Stored data |
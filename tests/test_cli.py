"""The command line as its users see it: help, exit codes, what stands on which stream, tables that add up."""

import errno
import fcntl
import json
import math
import os
import pty
import re
import subprocess
import sys
from decimal import Decimal
from pathlib import Path

import pytest

from stream.cli.exits import BROKEN_PIPE, INTERRUPTED, exit_code_of
from stream.cli.main import main
from stream.cli.screen import Column, show_table
from stream.errors import BedloadError
from tests.help_pages import commands, page

DOCS = Path(__file__).parent.parent / "docs"
RUN = [sys.executable, "-c", "from stream.cli.main import run; run()"]


@pytest.fixture(scope="module")
def learned(tmp_path_factory):
    """A folder with log.jsonl, bedload.toml and the state of a replay with checkpoints."""
    folder = tmp_path_factory.mktemp("courier")
    log, config = str(folder / "log.jsonl"), str(folder / "bedload.toml")
    assert main(["simulate", "--out", log, "--messages", "3000", "--set", "first_words=400"]) == 0
    assert main(["init", "--sample", log, "--out", config]) == 0
    small = ["--set", "state.checkpoint_every=1000", "--set", "learner.l1_per_example=5e-4"]
    assert main(["replay", "--config", config, *small]) == 0
    return folder


@pytest.fixture
def config(learned):
    return str(learned / "bedload.toml")


def run(*arguments, folder=None, **options):
    """A process of its own, as a shell would start it."""
    return subprocess.run([*RUN, *arguments], cwd=folder, capture_output=True, timeout=120, **options)


# Help


def test_help_starts_without_anything_heavy():
    heavy = {"numpy", "numba", "pydantic", "rich", "msgspec", "zstandard", "mmh3", "simulator"}
    code = (
        "import sys; from stream.cli.main import main; main(['--help']); "
        f"print(sorted({heavy!r} & set(sys.modules)), file=sys.stderr)"
    )
    done = subprocess.run([sys.executable, "-c", code], capture_output=True, text=True, check=True)
    assert done.stderr.strip() == "[]"


def test_every_command_stands_in_the_docs_with_its_help_as_it_is():
    assert (DOCS / "commands.md").read_text() == page(), "python -m tests.help_pages > docs/commands.md"


def test_every_command_takes_json():
    for command in commands():
        if command and command not in {("snapshots",), ("checkpoints",), ("rejects",)}:
            assert "--json" in page_of(command), command


def page_of(command):
    title = f"## {' '.join(('bedload', *command))}\n"
    return (DOCS / "commands.md").read_text().split(title)[1].split("\n## ")[0]


# Exit codes


@pytest.mark.parametrize(
    ("arguments", "code", "said"),
    [
        ([], 64, "Missing command"),
        (["reply"], 64, "No such command"),
        (["replay", "--presto"], 64, "`bedload replay --help` says what there is"),
        (["replay", "--epochs", "0"], 64, "--epochs"),
        (["replay", "--resume", "--fresh"], 64, "give one of them"),
        (["replay"], 64, "no bedload.toml here"),
        (["replay", "--config", "absent.toml"], 66, "absent.toml"),
        (["init", "--sample", "absent.jsonl"], 66, "absent.jsonl"),
        (["snapshots", "list", "--state", "absent"], 66, "no such state folder"),
        (["checkpoints", "restore", "1", "--state", "absent"], 66, "no such state folder"),
        (["simulate"], 64, "--out FILE"),
        (["simulate", "--out", "x.jsonl", "--set", "base_rate=2"], 78, "base_rate is 2"),
        (["simulate", "--out", "x.jsonl", "--set", "base_rat=0.2"], 78, "there are words_per_note"),
        (["simulate", "--out", "x.jsonl", "--set", "first_words=x"], 78, "must be a whole number"),
        (["simulate", "--out", "absent/x.jsonl"], 73, "absent/x.jsonl: there is no folder absent"),
    ],
)
def test_a_mistake_ends_with_its_code_and_one_line(arguments, code, said, tmp_path, monkeypatch, capsys):
    monkeypatch.chdir(tmp_path)
    assert main(arguments) == code
    out, err = capsys.readouterr()
    assert out == ""
    assert said in err
    assert err.startswith("bedload: ")
    assert err.count("\n") == 1
    assert list(tmp_path.iterdir()) == []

What is being asked | Which lines above contain "codes"? Show each of them.

Exercise result |
"""The command line as its users see it: help, exit codes, what stands on which stream, tables that add up."""
# Exit codes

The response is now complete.